### [TRY IT]
Output nothing but the lines from the line with "Every analysis of" through the end of the listing below, both ends included.
== Segment start ==
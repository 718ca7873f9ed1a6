"""Settings files: the chosen analyses and data selection as versioned, human-readable JSON.

Layout (schema 2, written since specbench 0.1 round two)::

    {
      "specbench_settings": 2,
      "specbench_version": "0.1.0",
      "created": "2025-06-01T14:03:12+02:00",
      "analyses": {                                   (one or more, in order; the first is the main one)
        "psd": {"kind": "Welch", "schema": 1, "fields": {...every field...}},
        "acf": {"kind": "Autocorrelation", "schema": 1, "fields": {...}},
        "noise": {"kind": "AllanDeviation", "schema": 1, "fields": {...},
                  "options": {...}}                   (optional: the analysis' own extra choices)
      },
      "selection": {"fs": null, "channel": "y", "span": [10.0, 70.0]},            (or null)
      "data": {"kind": "load", "path": "run_042.csv", "kwargs": {...},             (optional)
               "steps": [["channel", "y"]]},
      "fingerprint": {"samples": 60000, "fs": 1000.0, "channels": ["y"],           (optional)
                      "span": [10.0, 70.0], "content": "blake2b-128:..."}
    }

Analysis names are short lower-case identifiers (``[a-z][a-z0-9_]*``, at most 32
characters).  The names in use: ``psd`` (a spectral estimator), ``acf`` (the correlation
estimator), ``cross`` (cross-channel analysis), ``noise`` (noise model); an entry is an
estimator's :meth:`~specbench.Estimator.to_dict` plus, optionally, ``options``: a JSON
object of choices that are not estimator fields (e.g. the terms of a noise fit), read back
untouched into :attr:`Settings.options`.

Schema 1 (still read) had ``estimator`` and an optional ``correlation`` in place of
``analyses``; they are read as the analyses ``psd`` (or the estimator's default name, see
:func:`analysis_name`) and ``acf``.

``selection`` holds the workbench's choices on top of its data (applied as
:meth:`Selection.apply`: sample rate, then channel, then span); ``data`` records where the
data came from (the ``sb.load`` / ``sb.demo`` call and any steps already applied to it),
so that the batch command can read a new file of the same layout the same way;
``fingerprint`` identifies the samples the settings were chosen on
(:class:`~specbench.Fingerprint`), so ``specbench estimate`` can say whether it runs on
the same data.

Reading is strict: a missing or unreadable file, a file that is not specbench settings,
a newer schema, an unknown key, analysis name, estimator kind or field, or a value of the
wrong type raises :class:`SettingsError` naming the file, the problem and the fix.
Nothing is returned half-built.
"""

from __future__ import annotations

import json
import math
import os
import re
import tempfile
from collections.abc import Mapping
from dataclasses import dataclass, field
from pathlib import Path
from typing import Any

import numpy as np

from .._errors import SettingsError
from ..estimators import Estimator, estimator_from_dict
from ._describe import now_iso, specbench_version
from ._fingerprint import Fingerprint
from ._state import FreezeState, Selection

__all__ = ["SETTINGS_SCHEMA", "Settings", "analysis_name", "save_settings", "load_settings", "read_settings",
           "save_state"]

#: version of the settings-file layout; readers accept 1..SETTINGS_SCHEMA
SETTINGS_SCHEMA = 2

_TOP_KEYS = {
    1: ("specbench_settings", "specbench_version", "created", "estimator", "correlation", "selection", "data"),
    2: ("specbench_settings", "specbench_version", "created", "analyses", "selection", "data", "fingerprint"),
}
_CORRELATION_KINDS = ("Autocorrelation", "CrossCorrelation")
_NAME = re.compile(r"[a-z][a-z0-9_]{0,31}\Z")
_ENTRY_KEYS = ("kind", "schema", "fields", "options")


def analysis_name(estimator: Estimator) -> str:
    """The analysis name an estimator is stored under when none is given.

    ``"psd"`` for a spectral estimator, ``"acf"`` for Autocorrelation and CrossCorrelation
    (the correlation slot), otherwise the lower-cased kind (``"crossspectrum"``, ...).
    """
    from ..estimators import SpectralEstimator

    if isinstance(estimator, SpectralEstimator):
        return "psd"
    if estimator.kind in _CORRELATION_KINDS:
        return "acf"
    return re.sub(r"[^a-z0-9_]", "", estimator.kind.lower())[:32] or "analysis"


@dataclass(frozen=True)
class Settings:
    """The content of a settings file.

    Attributes
    ----------
    analyses : dict of str to Estimator
        Every analysis of the file by name (``"psd"``, ``"acf"``, ``"cross"``, ``"noise"``,
        ...), in file order; the first is the main one.
    options : dict of str to dict
        Extra choices of an analysis that are not estimator fields (``{}`` when none), by name.
    estimator : Estimator
        The main (first) analysis: a spectral one (Welch, ...) as the workbench writes it.
    correlation : Autocorrelation, CrossCorrelation or None
        The ``"acf"`` analysis, when the file has one besides the main one.
    selection : Selection or None
        Channel, span and sample rate chosen on top of the data.
    data : dict or None
        Where the data came from: ``{"kind": "load", "path", "kwargs", "steps"}`` or a demo.
    fingerprint : Fingerprint or None
        The samples the settings were chosen on (schema 2 files written from a workbench).
    version : str
        specbench version that wrote the file.
    created : str
        ISO time stamp of the file.
    schema : int
        Settings-file schema of the file (1 or 2).
    path : Path
        The file read.
    """

    estimator: Any
    correlation: Any
    selection: Selection | None
    data: dict | None
    version: str
    created: str
    schema: int
    path: Path
    analyses: dict = field(default_factory=dict)
    options: dict = field(default_factory=dict)
    fingerprint: Fingerprint | None = None

    def apply(self, signal: Any) -> Any:
        """The file's selection applied to ``signal`` (the signal itself when there is none)."""
        return self.selection.apply(signal) if self.selection is not None else signal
== Segment end ==
### [SOLVED PROBLEM]
        Every analysis of the file by name (``"psd"``, ``"acf"``, ``"cross"``, ``"noise"``,
        ...), in file order; the first is the main one.
    options : dict of str to dict
        Extra choices of an analysis that are not estimator fields (``{}`` when none), by name.
    estimator : Estimator
        The main (first) analysis: a spectral one (Welch, ...) as the workbench writes it.
    correlation : Autocorrelation, CrossCorrelation or None
        The ``"acf"`` analysis, when the file has one besides the main one.
    selection : Selection or None
        Channel, span and sample rate chosen on top of the data.
    data : dict or None
        Where the data came from: ``{"kind": "load", "path", "kwargs", "steps"}`` or a demo.
    fingerprint : Fingerprint or None
        The samples the settings were chosen on (schema 2 files written from a workbench).
    version : str
        specbench version that wrote the file.
    created : str
        ISO time stamp of the file.
    schema : int
        Settings-file schema of the file (1 or 2).
    path : Path
        The file read.
    """

    estimator: Any
    correlation: Any
    selection: Selection | None
    data: dict | None
    version: str
    created: str
    schema: int
    path: Path
    analyses: dict = field(default_factory=dict)
    options: dict = field(default_factory=dict)
    fingerprint: Fingerprint | None = None

    def apply(self, signal: Any) -> Any:
        """The file's selection applied to ``signal`` (the signal itself when there is none)."""
        return self.selection.apply(signal) if self.selection is not None else signal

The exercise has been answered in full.